Based on my political opposition to neoliberal policies, I elected to conduct dissertation research on a World Bank-funded land policy in Guatemala. This paper explores emotional aspects of this work. Specifically, I describe my fear that research subjects would accuse me of being a spy. I then describe my efforts to cope with these fears and the ways that fear and coping influenced my meaning-making work.
During my doctoral field work I studied the practices of policy-makers as they implemented a World Bank-funded land policy in Guatemala. As an interested foreign researcher, I was welcomed within the policy-making circles, and I became a quasi-insider in a world of technocrats, economists, planners, and surveyors. However, during the research process I often felt unnerved. As a “lefty” academic, I was uncomfortable engaging on a daily basis with the authors of this neoliberal policy. This discomfort manifested in the form of anxiety. Specifically, I feared that I would be called out as a spy by the people whose research practices I was studying. To reduce my anxieties, I engaged a range of coping mechanisms and techniques. This paper describes my fears, the coping mechanisms I used, and how these efforts helped constitute the knowledge I produced through my dissertation.
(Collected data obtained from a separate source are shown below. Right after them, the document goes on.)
"""AC circuits and phasors written out as the text of calc sheets, and strategies for random ones."""

from __future__ import annotations

import cmath
import math
from dataclasses import dataclass, replace
from decimal import Decimal
from fractions import Fraction

from circuits import ac, ac_circuits, part
from hypothesis import assume, reject
from hypothesis import strategies as st
from written import exactly, spelt, step, to_figures, what

from calccheck.model import Circuit, Element
from calccheck.solve import Unsolvable, frequencies, solve, total

UNITS = {"capacitor": "F", "inductor": "H", "impedance": "Ω", "voltage source": "V", "current source": "A"}


def number(x: float) -> str:
    """A floating-point number in all its digits."""
    return exactly(Fraction(x)) if x == int(x) else repr(x).replace("e-0", "e-")


def complex_text(z: complex) -> str:
    """A complex number in all its digits."""
    return f"({number(z.real)} {'−' if z.imag < 0 else '+'} j{number(abs(z.imag))})"


def line(e: Element) -> str:
    """The line of a part: as in ``written``, with phasors, frequencies, impedances, capacitances and inductances."""
    if e.phasor is not None:
        value = f"{complex_text(e.phasor)} {UNITS[e.kind]}"
    elif e.kind in ("capacitor", "inductor"):
        value = f"{exactly(e.value)} {UNITS[e.kind]}"
    else:
        value = what(e, {})
    hertz = f", {exactly(e.frequency)} Hz" if e.frequency else ""
    return f"{e.name}: {value}, {e.plus} to {e.minus}{hertz}"


def ac_block(made: Circuit) -> str:
    """A circuit as a fence."""
    return "\n".join(["```circuit", f"reference {made.reference}", *map(line, made.elements), "```", "", ""])


def with_plain_frequencies(made: Circuit) -> Circuit:
    """The circuit with whole hertz in place of thirds, which a sheet cannot write out."""
    elements = tuple(
        e if e.frequency is None else replace(e, frequency=Fraction(round(e.frequency))) for e in made.elements
    )
    return replace(made, elements=elements)


@dataclass(frozen=True)
class Phasor:
    """A complex value as printed: two rounded figures, magnitude and degrees or the two parts."""

    first: Decimal
    second: Decimal
    polar: bool

    def text(self, unit: str) -> str:
        """As a sheet prints it."""
        if self.polar:
            return f"{spelt(self.first, unit)} ∠ {self.second:f}°".replace("-", "−")
        sign = "−" if self.second < 0 else "+"
        return f"({_plain(self.first)} {sign} j{_plain(abs(self.second))}) {unit}"

    def off(self, first: int, second: int) -> Phasor:
        """Off by so many units of each last place."""
        return replace(
            self, first=self.first + first * step(self.first), second=self.second + second * step(self.second)
        )


def _plain(digits: Decimal) -> str:
    return spelt(digits, "").strip() if digits else f"{digits:e}"


def polar(z: complex, figures: int, places: int) -> Phasor:
    """Magnitude to so many figures, degrees to so many decimals."""
    return Phasor(
        to_figures(Fraction(abs(z)), figures), _to(Decimal(1).scaleb(-places), math.degrees(cmath.phase(z))), True
    )


def rectangular(z: complex, figures: int) -> Phasor:
    """Both parts to the last place that the larger one has with so many figures."""
    place = step(to_figures(Fraction(max(abs(z.real), abs(z.imag))), figures))
    return Phasor(_to(place, z.real), _to(place, z.imag), False)


def _to(place: Decimal, x: float) -> Decimal:
    """Rounded to a place, zero without a sign."""
    digits = Decimal(x).quantize(place)
    return digits if digits else digits.copy_abs()


# --- random circuits ---------------------------------------------------------------------------------------------------


@st.composite
def circuits(draw, kinds="RVIEFSOLC"):
    """A random circuit of one frequency that can be written out: no part has both ends at one node."""
    made = with_plain_frequencies(draw(ac_circuits(kinds, most_nodes=5, most_extra=5)))
    kept = tuple(e for e in made.elements if e.plus != e.minus)
    lost = {e.name for e in made.elements} - {e.name for e in kept}
    if any(e.control is not None and e.control.part in lost for e in kept) or not any(e.is_source for e in kept):
        reject()
    made = replace(made, elements=kept)
    if not solvable(made):
        reject()
    return made


@st.composite
def of_several_frequencies(draw):
    """A random circuit with current sources of a second frequency and, where it can be solved there, of DC."""
    made = draw(circuits("RVIEFLC"))
    hertz = frequencies(made)[0]
    for name, second in (("I98", hertz * 2), ("I99", None)):
        a, b = draw(st.permutations(made.nodes()))[:2]
        source = part("I", name, a, b, "0.02") if second is None else ac("I", name, a, b, 0.03 - 0.04j, second)
        more = replace(made, elements=(*made.elements, source))
        made = more if solvable(more) else made
    if len(frequencies(made)) == 1:
        reject()
    return made


def solvable(made):
    try:
        return all(solve(made, hertz) for hertz in frequencies(made))
    except Unsolvable:
        return False


def possible_quantities(made, hertz):
    """The voltages and currents at a frequency as written, letter, and value; none that is lost beside the others."""
    at = total(solve(made, hertz))
    pairs = [(a, b) for a in made.nodes() for b in made.nodes() if a != b]
    volts = [(f"V_{{{a},{b}}}", "V", complex(at.potentials[a] - at.potentials[b])) for a, b in pairs]
    amperes = [(f"I_{e.name}", "I", complex(at.currents[e.name])) for e in made.elements]
    for found in (volts, amperes):
        largest = max((abs(z) for _, _, z in found), default=0)
        yield from (q for q in found if abs(q[2]) > 1e-6 * largest)


def oblique(z):
    """Whether neither part is lost beside the other."""
    return abs(z.imag) > 0.01 * abs(z) and abs(z.real) > 0.01 * abs(z)


@st.composite
def quantities(draw, made, hertz, wanted=bool):
    """One of them."""
    possible = [q for q in possible_quantities(made, hertz) if wanted(q[2])]
    assume(possible)
    return draw(st.sampled_from(possible))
This paper contributes to the growing literature on how researchers’ emotions influence the process of knowledge production (Jaggar, 1989, Laurier and Parr, 2000, Widdowfield, 2000, Bondi, 2005a, Holland, 2007 and Bennett, 2009). This study differs from others that focus on fear and meaning-making in that my emphasis is not on the debilitating, even paralyzing effects of fear with respect to the research process (Widdowfield, 2000, Laurier and Parr, 2000, Wilkins, 1993, England, 1994 and Bondi, 2005b). While fear can have this effect, this essay emphasizes how fear—and my efforts to cope—led me in new research directions and to new possibilities. But this paper not only describes my efforts to cope with (manage) emotion (Hochschild, 1998 and Hubbard et al., 2001). It also describes how new meaning-making possibilities emerged through unexpected encounters with research subjects with their own emotional lives. Finally, my approach to the study of fear is inspired by recent scholarship that characterizes fear as a multi-layered range of inter-related feelings rather than a narrowly defined emotional response or clinically-determined symptom (Saville, 2008 and Pain, 2009).
This study also contributes to an interdisciplinary literature focused on the relationship between social science and spying. This literature includes surveys of scholarly participation in the gathering of military intelligence (Fluehr-Lobban, 2003, Price, 2004 and Barnes and Farish, 2006), as well as studies by researchers who reflect on occasions when they were suspected of being spies (Herbert, 2001, Owens, 2003, Simmons, 2007 and Sallaz, 2008). My investigation represents a modest new direction: I seek to address the meaning-making work set in motion when researchers fear they will be accused of spying by their research subjects. This is, I contend, a relevant issue given that many scholars express concerns about it.1
When I began my dissertation research I feared that the policymakers whose practices I studied would condemn me as a spy. This paper describes these fears, traces my efforts to cope with them,
and explores how fear and coping influenced my work. Throughout my dissertation research, fear and my meaning-making work were mutually constituted. As I began my field work, my feeling that I was ‘‘behind enemy lines” caused me anxiety and led me to frame my research in binary terms. I coped by developing more informal, personal relations with policy-makers, finding spaces of refuge from ‘‘neoliberal” institutions, and talking with distant friends and family. Policy-makers responded to me by reaching out, sometimes by teasing me, calling me a spy. As I developed more fulfilling relations with research subjects, my fear of being accused of spying subsided, and I began to feel more comfortable. At the same time, I developed a research position which allowed me to view the policy process as more complex and contradictory. While the anxiety and the binary research frameworks were the conditions of possibility for my later more nuanced emotions and research, the latter work was most useful to me. I value this work because its complexity presents more possibilities for transforming the policy
process. It also serves as a starting point for examining how the interwoven and emotional lives of geographers and their research subjects constitute knowledges about neoliberal policies.